I love a challenge, especially when it involves food and wine! I was tasked with selecting the perfect wine to serve at a dinner party. The main course was slow cooked lamb, so Rioja seemed an obvious choice: wood spice, red cherry and tobacco notes, a grip of tannin and a long finish. However, this leg of lamb was stuffed with Pecorino cheese, mint and artichokes. Wrapped in bay leaves and thyme, slow cooked to perfection and served with barley braised in ale. This showstopper dish required a showstopping wine!
When selecting a wine, I consider the weight of the food and find a similarly weighted wine. The key is to find balance; the wine shouldn’t dominate the food or vice versa. The wines tannin, acidity and alcohol should play a supporting role to the food and the wine act as a canvas for the ingredients of the dish. There were so many flavours in this dish to consider! Should I select a juicy fruit bomb of a wine? No, this would have been heavy handed, the juicy berry fruit drowning out the herbs. Perhaps a rose? No, a rose would get lost with the rich tannin and texture of the lamb.
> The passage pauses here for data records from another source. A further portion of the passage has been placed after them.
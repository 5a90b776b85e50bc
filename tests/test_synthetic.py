"""Tests of thist.synthetic."""

from __future__ import annotations

import numpy as np
import pytest
from scipy.signal import welch

from thist.errors import InputError
from thist.intensity import arias_intensity
from thist.synthetic import (
    SaragoniHartEnvelope,
    TrapezoidEnvelope,
    envelope_values,
    kanai_tajimi_psd,
    synthesize,
    write_record,
)

KT = {"omega_g": 15.6, "zeta_g": 0.6}


def _aliased_one_sided_hz(f, dt, **kw):
    """One-sided density per Hz of the sampled process: G(f) = 4 pi sum_k S(2 pi (f + k/dt)).

    The two-sided S over omega integrates to the variance over -inf..inf, so the
    one-sided density per Hz is 2 * 2 pi * S; sampling folds all images onto the
    Nyquist band (k from -K..K; the tail beyond K = 20000 is below 1e-6 relative).
    """
    fs = 1.0 / dt
    k = np.arange(-20000, 20001)[:, None]
    return 4 * np.pi * kanai_tajimi_psd(2 * np.pi * (f[None, :] + k * fs), s0=1.0, **kw).sum(0)


@pytest.mark.parametrize("cp", [None, {"omega_f": 1.6, "zeta_f": 0.6}])
def test_psd_of_long_stationary_record_matches_kanai_tajimi_density(cp):
    """Welch PSD of a long stationary record equals the (aliased) Kanai-Tajimi density.

    Source: Kanai (1957), Tajimi (1960) density S0 (w_g^4 + 4 z^2 w_g^2 w^2) /
    ((w_g^2 - w^2)^2 + 4 z^2 w_g^2 w^2), times the Clough-Penzien factor when used.
    Estimator: Welch, Hann window, 1024-sample segments without overlap, K = 1024
    independent segments; each bin is G chi^2_{2K} / 2K (Bendat & Piersol, Random
    Data, 2010, ch. 8), Hann-windowed neighbours correlated with rho_1 = 4/9,
    rho_2 = 1/36, so the mean of M bins of a band has relative standard deviation
    sqrt((1 + 2 (4/9 + 1/36)) / (K M)).  Tolerance 5 sigma per band, plus 1 % for the
    window's smoothing bias of a smooth density.
    """
    dt, nseg, k_seg = 0.01, 1024, 1024
    kw = {} if cp is None else cp
    rec = synthesize(nseg * k_seg * dt, dt, 123, s0=1.0, baseline_order=None, **KT, **kw)
    f, g = welch(
        rec.ag[: nseg * k_seg], fs=1 / dt, window="hann", nperseg=nseg, noverlap=0, detrend=False
    )
    theory = _aliased_one_sided_hz(f, dt, **KT, **kw)
    for lo, hi in [(0.5, 1.5), (1.5, 4.0), (4.0, 10.0), (10.0, 25.0), (25.0, 45.0)]:
        sel = (f >= lo) & (f < hi)
        ratio = np.mean(g[sel] / theory[sel])
        sigma = np.sqrt((1 + 2 * (4 / 9 + 1 / 36)) / (k_seg * sel.sum()))
        assert abs(ratio - 1) < 5 * sigma + 0.01, (lo, hi, ratio, sigma)


def test_same_seed_gives_bit_identical_record_and_different_seed_differs():
    """Reproducibility from numpy.random.default_rng(seed): same seed, same bits."""
    env = SaragoniHartEnvelope(b=2.0, t_peak=4.0)
    a = synthesize(20.0, 0.01, 42, envelope=env, target_pga=3.0, **KT)
    b = synthesize(20.0, 0.01, 42, envelope=env, target_pga=3.0, **KT)
    c = synthesize(20.0, 0.01, 43, envelope=env, target_pga=3.0, **KT)
    assert a.ag.tobytes() == b.ag.tobytes()
    assert not np.array_equal(a.ag, c.ag)


def test_same_seed_gives_the_same_record_whatever_eigenvector_signs_lapack_returns(monkeypatch):
    """Eigenvectors are defined up to sign and LAPACK builds differ in the sign they
    return (seen here between two OpenBLAS kernels on one machine). With every
    eigenvector flipped, the record is the same to round-off (1e-12 of the PGA):
    the generator fixes the signs itself, so a seed means one record everywhere."""
    import thist.synthetic as synthetic

    env = SaragoniHartEnvelope(b=2.0, t_peak=4.0)
    params = dict(envelope=env, target_pga=3.0, omega_f=1.6, zeta_f=0.6, **KT)
    ref = synthesize(20.0, 0.01, 42, **params)
    eigh = np.linalg.eigh

    def flipped(a):
        vals, vecs = eigh(a)
        return vals, -vecs

    monkeypatch.setattr(synthetic.np.linalg, "eigh", flipped)
    again = synthesize(20.0, 0.01, 42, **params)
    assert np.max(np.abs(again.ag - ref.ag)) < 1e-12 * np.max(np.abs(ref.ag))


def test_scaling_to_target_pga_and_arias_is_exact():
    """Scaling is the last step, so the targets hold to round-off (1e-12)."""
    env = TrapezoidEnvelope(rise=2.0, strong=6.0, decay=4.0)
    a = synthesize(15.0, 0.01, 1, envelope=env, target_pga=2.5, **KT)
    assert np.max(np.abs(a.ag)) == pytest.approx(2.5, rel=1e-12)
    b = synthesize(15.0, 0.01, 1, envelope=env, target_arias=0.8, **KT)
    assert arias_intensity(b.ag, 0.01)[0] == pytest.approx(0.8, rel=1e-12)
    assert b.baseline is not None and b.baseline.name == "baseline"


def test_envelopes_have_their_defining_shape():
    """Saragoni-Hart gamma envelope peaks at 1 at t_peak; trapezoid ramps 0-1-1-0."""
    sh = SaragoniHartEnvelope(b=2.0, t_peak=4.0)
    t = np.linspace(0, 20, 20001)
    v = envelope_values(sh, t)
    assert v[0] == 0.0 and t[np.argmax(v)] == pytest.approx(4.0, abs=1e-3)
    assert v.max() == pytest.approx(1.0, rel=1e-9)
    tr = envelope_values(TrapezoidEnvelope(1.0, 2.0, 1.0), np.array([0, 0.5, 1, 2.5, 3.5, 5]))
    np.testing.assert_allclose(tr, [0, 0.5, 1, 1, 0.5, 0])


def test_written_record_says_synthetic_and_round_trips(tmp_path):
    """The record file says SYNTHETIC, the seed and not-a-substitute, then two columns."""
    rec = synthesize(5.0, 0.02, 7, envelope=SaragoniHartEnvelope(2.0, 1.5), target_pga=1.0, **KT)
    path = write_record(tmp_path / "synthetic.txt", rec)
    text = path.read_text()
    header = [ln for ln in text.splitlines() if ln.startswith("#")]
    assert "SYNTHETIC" in header[0]
    assert any("seed 7" in ln for ln in header)
    assert any("NOT a substitute for recorded" in ln for ln in header)
    assert "time_s accel_m_s2" in text.splitlines()[len(header)]
    data = np.loadtxt(path, comments="#", skiprows=len(header) + 1)
    np.testing.assert_array_equal(data[:, 1], rec.ag)
    np.testing.assert_allclose(data[:, 0], np.arange(rec.ag.size) * 0.02, rtol=1e-9)
    assert [p.name for p in tmp_path.iterdir()] == ["synthetic.txt"]


def test_invalid_parameters_raise_input_error_with_field():
    """Bad parameters are refused with their field names."""
    with pytest.raises(InputError) as err:
        synthesize(10.0, 0.01, 1, omega_g=15.0, zeta_g=1.5)
    assert err.value.field == "zeta_g"
    with pytest.raises(InputError) as err:
        synthesize(10.0, 0.01, -1, **KT)
    assert err.value.field == "seed"
    with pytest.raises(InputError) as err:
        synthesize(10.0, 0.01, 1, omega_f=1.0, **KT)
    assert err.value.field == "omega_f"
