"""Tests of thist.scaling."""

from __future__ import annotations

import numpy as np
import pytest

from thist.errors import InputError
from thist.scaling import scale_record, target_from_table, target_two_parameter
from thist.spectrum import response_spectrum


def _record():
    rng = np.random.default_rng(9)
    dt = 0.01
    t = np.arange(2001) * dt
    ag = rng.standard_normal(t.size) * np.exp(-(((t - 8.0) / 4.0) ** 2))
    return ag, dt


def test_scaling_recovers_a_known_factor_at_one_period_and_over_a_range():
    """A target equal to the spectrum of c * ag gives factor c back, with zero misfit.

    Source: linearity of the elastic oscillator (Chopra ch. 6: spectra of c * ag are
    c times those of ag).  The target table is on the matching periods themselves, so
    log-log interpolation is exact; tolerance 1e-10 relative (round-off).
    """
    ag, dt = _record()
    c = 2.7
    t1 = 0.7
    grid = np.geomspace(0.2 * t1, 2 * t1, 50)
    ref = response_spectrum(c * ag, dt, np.unique(np.concatenate([grid, [t1]])), 0.05)
    target = target_from_table(ref.periods, ref.psa, basis="test: spectrum of the scaled record")
    scaled, res = scale_record(ag, dt, target, period=t1)
    assert res.factor == pytest.approx(c, rel=1e-10)
    _, res_r = scale_record(ag, dt, target, period_range=(0.2 * t1, 2 * t1))
    assert res_r.factor == pytest.approx(c, rel=1e-10)
    assert res_r.misfit < 1e-9
    assert res_r.bound_hit is None and res_r.warning is None
    np.testing.assert_allclose(scaled, c * ag, rtol=1e-10)
    np.testing.assert_allclose(res_r.after.psa, res_r.factor * res_r.before.psa, rtol=1e-15)
    assert res_r.after.pga == pytest.approx(res_r.factor * res_r.before.pga, rel=1e-15)


def test_bounds_on_the_factor_bind_with_a_flag_and_warning():
    """The misfit is a convex quadratic in ln f, so the bounded optimum is the clipped
    factor; a binding bound is flagged and warned about."""
    ag, dt = _record()
    c = 2.7
    # Table on the matching grid itself (scale_record uses 50 log-spaced periods).
    ref = response_spectrum(c * ag, dt, np.geomspace(0.2, 1.5, 50), 0.05)
    target = target_from_table(ref.periods, ref.psa, basis="test")
    _, hi = scale_record(ag, dt, target, period_range=(0.2, 1.5), bounds=(0.5, 2.0))
    assert hi.factor == 2.0 and hi.bound_hit == "upper" and "upper" in hi.warning
    assert hi.unbounded_factor == pytest.approx(c, rel=1e-10)
    assert hi.misfit == pytest.approx(np.log(c / 2.0), rel=1e-9)
    _, lo = scale_record(ag, dt, target, period_range=(0.2, 1.5), bounds=(3.0, 5.0))
    assert lo.factor == 3.0 and lo.bound_hit == "lower"


def test_two_parameter_shape_follows_its_definition_and_is_continuous():
    """The user's two-parameter shape: plateau S_S, S_1/T branch, S_1 T_L/T^2 beyond T_L,
    linear rise from 0.4 S_S at T = 0 to S_S at T_0 = 0.2 T_S (common practice, from
    memory); continuous at T_0, T_S and T_L (to 1e-12)."""
    s_s, s_1, t_l = 9.0, 3.6, 6.0
    tgt = target_two_parameter(s_s, s_1, t_l, basis="user-supplied site study, example")
    t_s = s_1 / s_s
    t_0 = 0.2 * t_s
    eps = 1e-9
    v = tgt.psa_at([1e-12, t_0 - eps, t_0 + eps, t_s - eps, t_s + eps, 1.0, t_l - eps, t_l + eps])
    assert v[0] == pytest.approx(0.4 * s_s, rel=1e-5)
    assert v[1] == pytest.approx(v[2], rel=1e-8) and v[3] == pytest.approx(v[4], rel=1e-8)
    assert v[5] == pytest.approx(s_1, rel=1e-12)
    assert v[6] == pytest.approx(v[7], rel=1e-8)
    assert tgt.psa_at(12.0)[0] == pytest.approx(s_1 * t_l / 144.0, rel=1e-12)
    assert "user-supplied site study" in tgt.describe()


def test_target_needs_a_basis_and_valid_values():
    """No silent targets: a basis text is required, and bad tables are refused."""
    with pytest.raises(InputError) as err:
        target_from_table([0.1, 1.0], [5.0, 2.0], basis=" ")
    assert err.value.field == "target.basis"
    with pytest.raises(InputError):
        target_from_table([1.0, 0.1], [5.0, 2.0], basis="x")
    tgt = target_from_table([0.1, 1.0], [5.0, 2.0], basis="x")
    with pytest.raises(InputError):
        tgt.psa_at([2.0])
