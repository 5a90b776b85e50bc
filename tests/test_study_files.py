"""Study files: the helpers other study tests use, and the errors of bad study files.

A bad study file must give the same clear one-line error as a case file with the
same mistake (file, field path, problem), because records are read by the same
reader (thist.case.parse_record).
"""

from __future__ import annotations

import math
import sys
from pathlib import Path

import pytest

from thist.batch import load_study, run_study
from thist.case import load_case
from thist.cli import main
from thist.errors import InputError
from thist.synthetic import TrapezoidEnvelope, synthesize, write_record

STRUCTURE = """\
[structure]
form = "chain"
stories = [
  {mass = "120 t", stiffness = "150 MN/m", height = "4.0 m", label = "L1"},
  {mass = "110 t", stiffness = "120 MN/m", height = "3.5 m", label = "L2"},
  {mass = "90 t", stiffness = "90 MN/m", height = "3.5 m", label = "Roof"},
]

[damping]
model = "rayleigh"
ratio = "5 %"
modes = [1, 2]

[analysis]
methods = ["newmark-average"]
dt = "0.01 s"
"""

RECORD_KEYS = 'time_column = "time_s"\nacceleration_column = "accel_m_s2"\nunit = "m/s^2"\n'


def make_records(folder: Path, count: int = 3, duration: float = 4.0, dt: float = 0.01) -> list:
    """Short synthetic records (Kanai-Tajimi noise, invented site, seeds 101, 102, ...)."""
    (folder / "rec").mkdir(exist_ok=True)
    names = []
    for i in range(count):
        syn = synthesize(
            duration,
            dt,
            101 + i,
            omega_g=2 * math.pi * (2.0 + 0.5 * i),
            zeta_g=0.6,
            envelope=TrapezoidEnvelope(0.5, 2.0, 1.0),
            target_pga=2.0 + 0.5 * i,
        )
        write_record(folder / "rec" / f"r{i}.txt", syn)
        names.append(f"r{i}")
    return names


def records_toml(names: list[str], extra: str = "") -> str:
    """``[[records]]`` tables for the records written by :func:`make_records`."""
    return "".join(
        f'\n[[records]]\nname = "{n}"\nfile = "rec/{n}.txt"\n{RECORD_KEYS}{extra}' for n in names
    )


def write_suite(folder: Path, count: int = 3, extra_top: str = "") -> Path:
    """A suite study (inline structure) of ``count`` records; returns its path."""
    names = make_records(folder, count)
    text = f'title = "test suite"\nkind = "suite"\n{extra_top}\n{STRUCTURE}{records_toml(names)}'
    path = folder / "suite.toml"
    path.write_text(text)
    return path


IDA_TABLE = """
[ida]
measure = "pga"
unit = "g"
levels = {first = 0.2, last = 3.0, step = 0.2}
collapse_drift_ratio = 0.006
collapse_drift_ratio_basis = "test value"

[[damage_states]]
name = "light"
drift_ratio = 0.002
basis = "test value"
"""


def write_ida(folder: Path, count: int = 3) -> Path:
    """An IDA study (inline structure) with a collapse drift ratio that stops chains."""
    names = make_records(folder, count)
    text = f'title = "test ida"\nkind = "ida"\n{STRUCTURE}{IDA_TABLE}{records_toml(names)}'
    path = folder / "ida.toml"
    path.write_text(text)
    return path


def _case_error(folder: Path, record_table: str) -> InputError:
    case = folder / "case.toml"
    case.write_text(f'title = "c"\n{STRUCTURE}\n[record]\n{record_table}')
    with pytest.raises(InputError) as exc:
        load_case(case)
    return exc.value


def _study_error(folder: Path, record_table: str) -> InputError:
    study = folder / "study.toml"
    study.write_text(f'title = "s"\nkind = "suite"\n{STRUCTURE}\n[[records]]\n{record_table}')
    with pytest.raises(InputError) as exc:
        load_study(study)
    return exc.value


@pytest.mark.parametrize(
    "table, field",
    [
        ('file = "rec/r0.txt"\nunit = "m/s"\n', "unit"),
        ('file = "rec/missing.txt"\nunit = "g"\n', "file"),
        ('file = "rec/r0.txt"\nunit = "g"\nscale = -2\n', "scale"),
        ('file = "rec/r0.txt"\nunit = "g"\nunnit = "g"\n', "unnit"),
        ('file = "rec/r0.txt"\nunit = "g"\nlayout = "value"\n', "layout"),
    ],
)
def test_bad_record_in_a_study_gives_the_case_file_error(tmp_path, table, field):
    """Same problem text as a case file's [record]; the field is records[0].<key>."""
    make_records(tmp_path, 1)
    case_err = _case_error(tmp_path, table)
    study_err = _study_error(tmp_path, table)
    assert study_err.problem == case_err.problem
    assert case_err.field == f"record.{field}"
    assert study_err.field == f"records[0].{field}"
    assert study_err.file == "study.toml"


def test_typo_in_record_defaults_is_reported_there(tmp_path):
    names = make_records(tmp_path, 1)
    text = (
        f'title = "s"\nkind = "suite"\n{STRUCTURE}\n[record_defaults]\nunitt = "g"\n'
        + records_toml(names)
    )
    (tmp_path / "s.toml").write_text(text)
    with pytest.raises(InputError, match=r"s.toml: record_defaults.unitt: unknown key"):
        load_study(tmp_path / "s.toml")


@pytest.mark.parametrize(
    "change, message",
    [
        (('kind = "ida"', 'kind = "sweet"'), r"kind: must be one of suite, ida"),
        (('measure = "pga"', 'measure = "sa"'), r"ida.measure: must be one of psa, pga"),
        (
            ("levels = {first = 0.2, last = 3.0, step = 0.2}", "levels = [0.3, 0.2]"),
            r"ida.levels: must be positive and strictly increasing",
        ),
        (
            ('collapse_drift_ratio_basis = "test value"', 'collapse_drift_ratio_basis = ""'),
            r"ida.collapse_drift_ratio_basis: state the basis",
        ),
        (('unit = "g"\nlevels', 'unit = "m"\nlevels'), r"ida.unit: expected acceleration"),
        (
            ('drift_ratio = 0.002\nbasis = "test value"', "drift_ratio = 0.002"),
            r"damage_states\[0\].basis: is required",
        ),
    ],
)
def test_bad_ida_table_names_the_field(tmp_path, change, message):
    path = write_ida(tmp_path, 1)
    old, new = change
    text = path.read_text()
    assert old in text
    path.write_text(text.replace(old, new))
    with pytest.raises(InputError, match=message):
        load_study(path)


def test_ida_refuses_a_record_scaling_rule(tmp_path):
    path = write_ida(tmp_path, 1)
    text = path.read_text() + (
        '[records.scaling]\nbasis = "t"\nperiod = "0.5 s"\n'
        'target_shape = {s_short = "1 g", s_one = "0.5 g", t_long = "8 s"}\n'
    )
    path.write_text(text)
    with pytest.raises(InputError, match=r"records\[0\].scaling: an IDA scales each record"):
        load_study(path)


def test_case_file_reference_and_inline_tables_cannot_mix(tmp_path):
    path = write_suite(tmp_path, 1, extra_top='case = "other.toml"')
    with pytest.raises(InputError, match=r"suite.toml: structure: give either case = FILE"):
        load_study(path)


def test_study_referring_to_a_case_file_uses_its_structure(tmp_path):
    """The structure of the named case file, with its own record replaced by the study's."""
    names = make_records(tmp_path, 2)
    (tmp_path / "case.toml").write_text(
        f'title = "c"\n{STRUCTURE}\n[record]\nfile = "rec/r1.txt"\n{RECORD_KEYS}'
    )
    text = 'title = "s"\nkind = "suite"\ncase = "case.toml"\nduration = "5 s"\n'
    (tmp_path / "s.toml").write_text(text + records_toml(names[:1]))
    study = load_study(tmp_path / "s.toml")
    assert study.case.structure.n == 3
    assert study.case.analysis.duration == 5.0
    assert Path(study.case.motion.record.source).name == "r0.txt"


def test_command_line_error_is_one_line_with_status_2(tmp_path, capsys):
    table = 'file = "rec/r0.txt"\nunit = "m/s"\n'
    make_records(tmp_path, 1)
    problem = _case_error(tmp_path, table).problem
    _study_error(tmp_path, table)
    status = main(["study", str(tmp_path / "study.toml"), "-o", str(tmp_path / "out")])
    err = capsys.readouterr().err.strip().splitlines()
    assert status == 2
    assert err == [f"error: study.toml: records[0].unit: {problem}"]


def test_changed_study_is_refused_on_resume(tmp_path):
    path = write_suite(tmp_path, 2)
    run_study(load_study(path), tmp_path / "out", workers=1, progress=False)
    with pytest.raises(InputError, match=r"already holds a study store with 2 finished job"):
        run_study(load_study(path), tmp_path / "out", workers=1, progress=False)
    path.write_text(path.read_text().replace('dt = "0.01 s"', 'dt = "0.005 s"'))
    with pytest.raises(InputError, match=r"changed since this store was made.*resume refused"):
        run_study(load_study(path), tmp_path / "out", workers=1, resume=True, progress=False)


def test_scheduler_without_dask_says_how_to_install(tmp_path, monkeypatch):
    path = write_suite(tmp_path, 1)
    monkeypatch.setitem(sys.modules, "distributed", None)
    with pytest.raises(InputError, match=r"--scheduler: .*pip install 'thist\[cluster\]'"):
        run_study(load_study(path), tmp_path / "out", scheduler="tcp://127.0.0.1:1")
I needed something to complement the lamb, Pecorino, herbs and barley. I decided an old European vintage wine would be the perfect partner. I selected Grato Grati, Vecchia Annata 1991 from Tuscany, Italy. It is made with Sangiovese grapes and has a sophisticated earthy tannin, mellow fruit developing to dried herbs, dried fruits and old oak. It’s delicious and has just the right weight, acidity, tannin and finish to complement the lamb dish. I was delighted to find a 30 year old wine and the guests loved it!